ATHENS Greece will launch a tender for the long-term lease of a major toll road by the end of September, a senior privatisation agency (HRADF) official said on Thursday, to unlock the country's next tranche of bailout loans.
Along with other reforms, Greece needs to sell rights to the 670 km Egnatia toll road for 35 years to pass a first progress review by the country's EU and IMF lenders and receive another 2.8 billion euros (2.38 billion pounds) of a bailout that could ultimately total 86 billion euros.
"The decision was taken today by (HRADF's) board.

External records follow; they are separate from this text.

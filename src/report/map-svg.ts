// The map of a design as SVG: sites and links at the positions of FileReport.map, base against
// head — removed links dashed, added links drawn as a double line, new bridges thick and
// marked, cut sites as diamonds (new ones filled), shared-risk groups whose loss strands sites
// under a wide band, the weakest removal sequence numbered, and the links of the first "what
// would mend it" suggestion dotted. Each element carries a <title> with its label, id and line
// (browsers show it on hover; screen readers read it). Our own colours, presentation
// attributes only: no script, no style sheet, no fonts, no links, so the file passes the
// HTML report's Content-Security-Policy and can stand alone (`netbrace map --svg`). Every
// distinction is also one of shape, width or dash, so it survives printing in black and white.

import type { DesignMap, MapLink, MapNode } from '../map/types.js';
import type { MendLink } from '../mend/types.js';
import { escapeHtml } from './escape.js';
import { weakestSequences } from './labels.js';
import type { FileReport } from './report.js';

const esc = (s: string | number) => escapeHtml(String(s));

export const MAP_COLORS = {
  paper: '#fbf9f3',
  ink: '#1e2a32',
  link: '#55636c',
  muted: '#8a949a',
  fail: '#a4161a',
  warn: '#8f5200',
  pass: '#2d6a3e',
  notice: '#1d5fa3',
  band: '#e3b34c',
  bandNew: '#c7741a',
  sea: '#e4efec',
} as const;

export interface MapHighlights {
  /** Link ids that are bridges at head, and those of them that are new. */
  bridges: Set<string>;
  newBridges: Set<string>;
  /** Node ids that are cut nodes at head, and the new ones. */
  cutNodes: Set<string>;
  newCutNodes: Set<string>;
  /** The weakest removal sequence: element ids in order (numbered 1, 2, …). */
  weakest: string[];
  weakestTitle?: string;
  /** Links of the first mend suggestion, drawn as proposed. */
  proposed: MendLink[];
}

/** Most numbered steps drawn. */
export const MAX_NUMBERED = 12;
/** Up to this many sites every site is labelled; above, only the marked ones. */
export const LABEL_ALL_LIMIT = 60;

/** What the report says about a design, as map highlights. */
export function mapHighlights(f: FileReport): MapHighlights {
  const bridges = new Set((f.head?.structure.bridges ?? []).map((e) => e.id));
  const cutNodes = new Set((f.head?.structure.cutNodes ?? []).map((e) => e.id));
  const newBridges = new Set(
    f.findings.filter((x) => x.rule === 'new-bridge').flatMap((x) => x.elements.map((e) => e.id)),
  );
  const newCutNodes = new Set(
    f.findings.filter((x) => x.rule === 'new-cut-node').flatMap((x) => x.elements.map((e) => e.id)),
  );
  const seq = weakestSequences(f)[0];
  const first =
    f.mend?.suggestions.find((s) => s.kind === 'links' && s.holds) ??
    f.mend?.suggestions.find((s) => s.kind === 'links');
  return {
    bridges,
    newBridges,
    cutNodes,
    newCutNodes,
    weakest: seq ? seq.ids.slice(0, MAX_NUMBERED) : [],
    ...(seq ? { weakestTitle: seq.title } : {}),
    proposed: first ? first.links : [],
  };
}

function nodeTitle(n: MapNode, h: MapHighlights, step: number | undefined): string {
  const name = n.label ? `${n.label} (${n.id})` : n.id;
  const parts = [`Site ${name}`, n.side === 'base' ? `base line ${n.line}` : `line ${n.line}`];
  if (n.side === 'head') parts.push('added by the change');
  if (n.side === 'base') parts.push('removed by the change');
  if (h.newCutNodes.has(n.id)) parts.push('new cut site: its loss alone splits the design');
  else if (h.cutNodes.has(n.id)) parts.push('cut site: its loss alone splits the design');
  if (n.hardened) parts.push('hardened');
  if (n.placed) parts.push('no coordinates: placed beside its neighbours');
  if (step !== undefined) parts.push(`step ${step} of the weakest removal sequence`);
  return parts.join(' \u2014 ');
}

function linkTitle(
  l: MapLink,
  h: MapHighlights,
  step: number | undefined,
  stranding: ReadonlyMap<string, { strands: number; isNew: boolean }>,
): string {
  const parts = [
    `Link ${l.id} (${l.source}\u2013${l.target})`,
    l.side === 'base' ? `base line ${l.line}` : `line ${l.line}`,
  ];
  if (l.side === 'head') parts.push('added by the change');
  if (l.side === 'base') parts.push('removed by the change');
  if (h.newBridges.has(l.id)) parts.push('new bridge: its loss alone splits the design');
  else if (h.bridges.has(l.id) && l.side !== 'base') parts.push('bridge: its loss alone splits the design');
  for (const g of l.groups ?? []) {
    const s = stranding.get(g);
    parts.push(
      s
        ? `in shared-risk group ${g}, whose loss strands ${s.strands} site${s.strands === 1 ? '' : 's'}${s.isNew ? ' (new)' : ''}`
        : `in shared-risk group ${g}`,
    );
  }
  if (l.hardened) parts.push('hardened');
  if (step !== undefined) parts.push(`step ${step} of the weakest removal sequence`);
  return parts.join(' \u2014 ');
}

const LEGEND_ROW = 22;

interface LegendItem {
  key: string;
  label: string;
  draw: (x: number, y: number) => string;
}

The launch of the tender and the timetable will be announced by Sept. 30," the official told Reuters on condition of anonymity.
Egnatia is a major trade route in the Balkans, linking Igoumenitsa port in eastern Greece to the Greek-Turkish border in the west.

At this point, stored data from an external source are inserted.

/** Merges task results (in task order) into the evaluation. */
export function assembleEvaluation(
  g: CompactGraph,
  plan: EvaluationPlan,
  tasks: Task[],
  results: TaskResult[],
): DesignEvaluation {
  const samples = new Map<ChallengeName, Float64Array[]>();
  const labels = new Map<ChallengeName, string[]>();
  const evaluation: Evaluation = {
    r: plan.r,
    structure: structureSummary(g),
    envelopes: [],
    attacks: [],
    contingencies: [],
    degraded: [...plan.degraded],
    ...(plan.notApplicable ? { notApplicable: plan.notApplicable.map((x) => ({ ...x })) } : {}),
  };
  const envelopeOf = new Map<number, Envelope>();
  const attackOf = new Map<number, AttackCurve>();
  const ev = new StepEvaluator(g, plan.r);

  plan.items.forEach((it, item) => {
    const p = it.params;
    const mine = tasks.map((t, i) => ({ t, res: results[i] })).filter(({ t }) => t.item === item);
    if (it.type === 'band') {
      const values = mine.flatMap(({ res }) => (res.type === 'band' ? res.values : []));
      // Whole-count values, when every task kept them (samples joined from parts do not).
      const bands = mine.flatMap(({ res }) => (res.type === 'band' ? [res] : []));
      const whole = bands.every((res) => res.whole) ? bands.flatMap((res) => res.whole!) : undefined;
      const bp = bandPlan(g, p);
      const env = buildEnvelope(g, it, bp, values, ev, whole);
      samples.set(p.challenge, values);
      if (bp.label)
        labels.set(
          p.challenge,
          values.map((_, r) => bp.label!(r)),
        );
      envelopeOf.set(item, env);
      evaluation.envelopes.push(env);
    } else if (it.type === 'attack') {
      // The attack's pieces, in task order, hold R at its evaluated steps in order.
      const pieces = mine.flatMap(({ res }) => (res.type === 'attack' ? [res] : []));
      const first = pieces[0];
      const at = attackEvaluationSteps(first.sequence.length, first.every);
      const computed = pieces.flatMap((x) => Array.from(x.values));
      if (computed.length !== at.length)
        throw new Error(`attack ${p.challenge}: ${computed.length} of ${at.length} steps`);
      const res = {
        sequence: first.sequence,
        values: fillAttackCurve(at, computed, first.sequence.length),
        every: first.every > 1 ? first.every : undefined,
      };
      const c = getChallenge(p.challenge);
      const kind = c.type === 'attack' ? c.kind : 'node';
      const count = unitCount(g, kind);
      const ids = unitIds(g, kind);
      const values = Array.from(res.values);
      const until = Math.min(countAt(p.until, count, countOnes(eligibleUnits(g, kind))), res.sequence.length);
      const curve: AttackCurve = {
        challenge: p.challenge,
        kind,
        x: values.map((_, k) => (count > 0 ? k / count : 0)),
        values,
        sequence: Array.from(res.sequence, (u) => ids[u]),
        count,
        area: attackArea(values, until),
      };
      if (res.every !== undefined) curve.every = res.every;
      attackOf.set(item, curve);
      evaluation.attacks.push(curve);
    } else {
      const res = mine.find(({ res }) => res.type === 'contingency')!.res as Extract<
        TaskResult,
        { type: 'contingency' }
      >;
      evaluation.contingencies.push(res.result as Contingency);
    }
    const worst = mine.find(({ res }) => res.type === 'worst')?.res as
      Extract<TaskResult, { type: 'worst' }> | undefined;
    if (worst) {
      const target = envelopeOf.get(item) ?? attackOf.get(item);
      if (target) target.worstCase = worst.result as WorstCase;
    }
  });

  const sampling = sourceSampling(g, plan, tasks, results, envelopeOf);
  if (sampling) evaluation.sampling = sampling;

  // Attack gap: each fraction envelope against the most harmful attack of its element kind.
  for (const env of evaluation.envelopes) {
    if (env.xUnit !== 'fraction') continue;
    const candidates = evaluation.attacks.filter((a) => a.kind === env.kind);
    if (candidates.length === 0) continue;
    let worst = candidates[0];
    for (const a of candidates) if (a.area < worst.area) worst = a;
    const count = unitCount(g, env.kind);
    const eligible = countOnes(eligibleUnits(g, env.kind));
    const atGrid = env.x.map((x) => {
      const r = valueAtCount(worst.values, countAt(x, count, eligible));
      return Number.isNaN(r) ? null : r;
    });
    const lo = env.quantiles[quantileKey(env.band[0])].value;
    const gap = attackGap(lo, atGrid);
    if (gap !== null) env.attackGap = { value: gap, attack: worst.challenge };
  }
  return { evaluation, samples, labels };
}

/**
 * The error R carries when its efficiency searched from sampled sources: the largest source
 * standard error over a few states that stand for the run — the intact design, the weakest
 * realization of every band (its lowest mean R) at each grid point, and the end of every attack
 * — which are where the sample loses the most sources and the spread of the per-source terms is
 * widest. A pure function of the plan and the results, so every run and every join agrees.
 */
function sourceSampling(
  g: CompactGraph,
  plan: EvaluationPlan,
  tasks: Task[],
  results: TaskResult[],
  envelopeOf: ReadonlyMap<number, Envelope>,
): SourceSampling | undefined {
  if (!samplesSources(g, plan.r)) return undefined;
  // The states are named by (parameters, weakest realization) per challenge and built only when
  // their error is not known yet: a batched run assembles after every batch, and the weakest
  // realization rarely changes between them.
  const named: unknown[] = ['source-error', plan.r];
  const builders: (() => Mask[])[] = [() => [createMask(g)]];
  plan.items.forEach((it, item) => {
    if (it.type === 'band') {
      const weakest = envelopeOf.get(item)?.weakest[0]?.realization;
      if (weakest === undefined) return;
      named.push(it.params, weakest);
      builders.push(() => {
        const bp = bandPlan(g, it.params);
        const order = new Int32Array(bp.maxUnits);
        const steps = new Float64Array(bp.x.length);
        const len = bp.realize(weakest, order, steps);
        return Array.from(steps)
          .filter((c) => c > 0)
          .map((c) => {
            const mask = createMask(g);
            for (let i = 0; i < Math.min(len, Math.ceil(c)); i++) removeUnit(g, mask, bp.kind, order[i]);
            return mask;
          });
      });
    } else if (it.type === 'attack') {
      const res = results.find((r, i) => tasks[i].item === item && r.type === 'attack') as
        Extract<TaskResult, { type: 'attack' }> | undefined;
      const c = getChallenge(it.params.challenge);
      if (!res || c.type !== 'attack' || res.sequence.length === 0) return;
      named.push(it.params);
      builders.push(() => {
        const mask = createMask(g);
        for (const u of res.sequence) removeUnit(g, mask, c.kind, u);
        return [mask];
      });
    }
  });
  const se = cached(g, JSON.stringify(named), () =>
    Math.max(
      ...rSourceErrors(
        g,
        plan.r,
        builders.flatMap((b) => b()),
      ),
    ),
  );
  return { metric: 'efficiency', sources: plan.r.sources!, nodes: g.n, se };
}
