/**
 * Base against head under the policy's weakening rule: weakened, unsettled, inside the error,
 * within the allowance, or nothing (a rise or no change). `status` is the floor's verdict; a
 * "short" is never softened.
 */
export function judgeWeakening(
  j: Judging,
  policyRule: WeakeningRule,
  floorStatus: RowStatus,
): { status: RowStatus; findings: Finding[] } {
  const { r, m, headValue, description, elements, extra } = j;
  let status = floorStatus;
  const findings: Finding[] = [];
  const regressionSeverity = milder(policyRule.severity, r.severity);
  if (m.base !== null && m.delta !== null && m.se !== null && m.unpaired !== undefined) {
    // Reduced differently on the two sides: the realizations do not pair, so no delta is judged.
    if (status === 'holds') status = 'unsettled';
    findings.push(
      finding(
        'regression',
        unsettledSeverity(regressionSeverity),
        `${description}: from ${formatR(m.base)} to ${formatR(headValue)}, but ${m.unpaired}; the change cannot be judged`,
        elements,
        { ...extra, status: 'unsettled' },
      ),
    );
  } else if (m.base !== null && m.delta !== null && m.se !== null) {
    const base = m.base;
    const drop = m.higherIsBetter ? -m.delta : m.delta;
    // A rise, no change, or a drop within rounding says nothing (written so that NaN does not pass).
    if (!(drop <= SAME * Math.max(1, Math.abs(base)))) {
      const allowance = Math.max(policyRule.allowedDrop ?? 0, (policyRule.allowedRelativeDrop ?? 0) * Math.abs(base));
      const noise = policyRule.errorMultiple * m.se;
      const reduced = m.reduced !== undefined;
      const outcome = classifyDrop(drop, allowance, noise, reduced);
      // The digits that decide: the drop against the allowance (and the noise band around it).
      const digits = (limit: number) => changeDecimals(base, headValue, m.higherIsBetter, limit);
      const d =
        outcome === 'inside-error'
          ? digits(noise)
          : reduced
            ? Math.max(digits(allowance), digits(outcome === 'weakened' ? allowance + noise : allowance - noise))
            : digits(allowance);
      const verb = m.higherIsBetter ? 'dropped' : 'rose';
      const change = `${verb} from ${formatR(base, d)} to ${formatR(headValue, d)} (\u0394 ${formatDelta(m.delta, m.se, d)})`;
      const allowed = formatR(allowance, d);
      const k = policyRule.errorMultiple;
      const data = { ...extra, allowance, status: outcome, ...(d > 3 ? { decimals: d } : {}) };
      if (outcome === 'weakened') {
        if (status !== 'short') status = 'weakened';
        const beyond = reduced ? ` by more than ${k} \u00d7 its error; ${m.reduced}` : '';
        findings.push(
          finding(
            'regression',
            regressionSeverity,
            `${description}: ${change}, more than the allowed ${allowed}${beyond}`,
            elements,
            data,
          ),
        );
      } else if (outcome === 'unsettled') {
        // On cut realizations the drop is within error-multiple × se of the allowance: either side of it.
        if (status === 'holds') status = 'unsettled';
        findings.push(
          finding(
            'regression',
            unsettledSeverity(regressionSeverity),
            `${description}: ${change}, within ${k} \u00d7 its error of the allowed ${allowed}, so it cannot be told whether it is beyond it: ${m.reduced}`,
            elements,
            data,
          ),
        );
      } else if (outcome === 'inside-error') {
        if (status === 'holds') status = 'inside-error';
        findings.push(
          finding(
            'regression',
            'notice',
            `${description}: ${change}, less than ${k} \u00d7 its Monte Carlo error (${formatR(noise, d)}): inside the error, not a failure`,
            elements,
            data,
          ),
        );
      } else {
        const margin = reduced ? ` by more than ${k} \u00d7 its error; ${m.reduced}` : '';
        findings.push(
          finding(
            'regression',
            'notice',
            `${description}: ${change}, within the allowed ${allowed}${margin}`,
            elements,
            data,
          ),
        );
      }
    }
  }
  return { status, findings };
}

function judge(r: Requirement, input: CompareInput, description: string): Judged {
  const head = input.head!;
  const comparing = !input.thresholdsOnly && input.base !== undefined;
  const m = measure(r, input.policy.challenges, head, comparing ? input.base : undefined);
  const threshold = floorOf(r);
  const row: RequirementResult = {
    id: r.id,
    description,
    severity: r.severity,
    base: m.base,
    head: m.head,
    delta: m.delta,
    se: m.se,
    threshold,
    status: 'holds',
    subject: subjectOf(r, input.policy.challenges, m.higherIsBetter),
  };
  const findings: Finding[] = [];
  // A sequential run: the random requirements are decided by confidence sequences (decide.ts).
  const decision = m.missing === undefined && m.head !== null ? sequentialDecision(r, input, m, threshold) : undefined;
  if (decision) {
    const needed = head.result.sequential!.needed.get(r.id);
    if (needed !== undefined) row.realizations = needed;
    row.bounds = { head: decision.head, ...(decision.delta ? { delta: decision.delta } : {}) };
  }
  const byCs = decision !== undefined && !decision.needsAll;
  const elements = elementsOf(m.elements, head, input.base);
  const rule = THRESHOLD_RULE[r.kind as keyof typeof THRESHOLD_RULE];
  const extra = { requirement: r.id, ...numbers(m), ...(threshold !== null ? { threshold } : {}) };
  const result = (): Judged => ({ rows: [row], findings });

  if (m.missing !== undefined || m.head === null) {
    const why = m.missing ?? 'no value';
    if (m.base !== null) {
      // The base could be judged and the head cannot: the change took away what the requirement needs.
      row.status = 'short';
      findings.push(
        finding(
          rule,
          r.severity,
          `${description}: the head can no longer be judged, though the base could (${formatR(m.base)}): ${why}`,
          [],
          {
            ...extra,
            status: 'short',
          },
        ),
      );
    } else if (m.notApplicable && threshold === null) {
      // A tracked value (no floor) on a challenge the design gives no data for: nothing is required.
      row.status = 'not-applicable';
    } else {
      // A floor the policy sets cannot be judged: never "holds".
      row.status = 'unsettled';
      findings.push(
        finding(rule, unsettledSeverity(r.severity), `${description}: could not be judged: ${why}`, [], {
          ...extra,
          status: 'unsettled',
        }),
      );
    }
    return result();
  }
  const broken = notFinite(m);
  if (broken !== undefined) {
    // A NaN or infinite R says the computation failed, not that the design is robust.
    row.status = 'unsettled';
    findings.push(
      finding(
        'not-computable',
        'fail',
        `${description}: ${broken}; a value that cannot be computed is never a pass`,
        elements,
        {
          ...extra,
          status: 'not-computable',
        },
      ),
    );
    return result();
  }

  const j: Judging = { r, m, headValue: m.head, description, threshold, rule, elements, extra };
  const floor = byCs && threshold !== null ? judgeFloorByCs(j, decision!, ranOf(input, r)) : judgeFloor(j);
  const paired = m.base !== null && m.delta !== null && m.se !== null && m.unpaired === undefined;
  const weakening =
    byCs && paired && decision!.weakening !== undefined
      ? judgeWeakeningByCs(m, decision!, {
          description,
          elements,
          extra,
          status: floor.status,
          severity: milder(input.policy.weakening.severity, r.severity),
          policy: input.policy,
          ran: ranOf(input, r),
        })
      : judgeWeakening(j, input.policy.weakening, floor.status);
  row.status = weakening.status;
  findings.push(...floor.findings, ...weakening.findings);
  // The digits the judging was stated at, for views that word the row themselves.
  const decimals = Math.max(3, ...findings.map((f) => f.decimals ?? 3));
  if (decimals > 3) row.decimals = decimals;
  // Every requirement judged on reduced work says so, once.
  const reducedWork = m.reduced ?? m.incomplete;
  if (reducedWork !== undefined && !findings.some((f) => f.message.includes(reducedWork))) {
    findings.push(
      finding(rule, 'notice', `${description}: judged on reduced work, ${reducedWork}`, [], {
        requirement: r.id,
        status: 'reduced-work',
        line: 0,
      }),
    );
  }
  return result();
}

The privatisation agency official gave no indication of how much Athens hopes to raise from the toll road tender. Independent valuers will provide an estimate before binding bids are assessed.
As part of the EU/IMF review conditions, Greece has also promised to conclude energy reforms and secure parliamentary approval for the long-term lease of a major seaside property, Hellenikon. Athens and its lenders also need to reach agreement on who will oversee a new privatisation fund.
The government submitted a draft bill on the lease of Hellenikon to parliament late on Thursday.
In 2014 Greece clinched a 915-million-euro ($1.03 billion) deal for Hellenikon, the site of the old, disused Athens airport, which sits on prime beachfront real estate.
A consortium led by Lamda Development (LMDr.AT), a Greek developer, would own part of the Hellenikon property and get a 99-year lease to develop all of it.
EU and IMF mission chiefs arrived in Athens this week to assess the country's progress on the pending reforms.
Privatisations have been a key part of Greece's international bailouts since 2010 but have reaped poor returns because of political resistance and bureaucratic snags.
Greece has promised to set up an umbrella privatisation agency to speed state asset divestments and help to raise 5.8 billion euros by 2018.